Deep Sequential Segmentation of Organs in Volumetric Medical Scans

TL;DR

This paper introduces a novel deep learning architecture for 3D medical scan segmentation that overcomes common limitations of existing CNN-based methods by processing full volumes sequentially or in slabs, improving accuracy and flexibility.

Contribution

The proposed U-Net-like model with bidirectional convolutional LSTM addresses memory and resolution constraints, enabling efficient 3D segmentation without resizing or requiring all slices simultaneously.

Findings

Effective segmentation of vertebrae and liver in 3D CT scans.

Outperforms traditional CNN approaches in accuracy and flexibility.

Capable of processing full volumes or slabs on demand.

Abstract

Segmentation in 3D scans is playing an increasingly important role in current clinical practice supporting diagnosis, tissue quantification, or treatment planning. The current 3D approaches based on convolutional neural networks usually suffer from at least three main issues caused predominantly by implementation constraints - first, they require resizing the volume to the lower-resolutional reference dimensions, second, the capacity of such approaches is very limited due to memory restrictions, and third, all slices of volumes have to be available at any given training or testing time.

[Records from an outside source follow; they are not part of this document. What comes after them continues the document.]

#include "read/suggest.h"

#include <string.h>

#include "base/nearest.h"

void bh_suggest(bh_suggestion *suggestion, const char *written, const char *offered)
{
	size_t near = strlen(written) / 3,
	       distance = bh_nearest_distance(written, offered);

	if (near < 2)
		near = 2;
	if (distance <= near && (!suggestion->word || distance < suggestion->distance)) {
		suggestion->word = offered;
		suggestion->distance = distance;
	}
}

We address these problems by a U-Net-like architecture consisting of bidirectional convolutional LSTM and convolutional, pooling, upsampling and concatenation layers enclosed into time-distributed wrappers. Our network can either process the full volumes in a sequential manner, or segment slabs of slices on demand. We demonstrate performance of our architecture on vertebrae and liver segmentation tasks in 3D CT scans.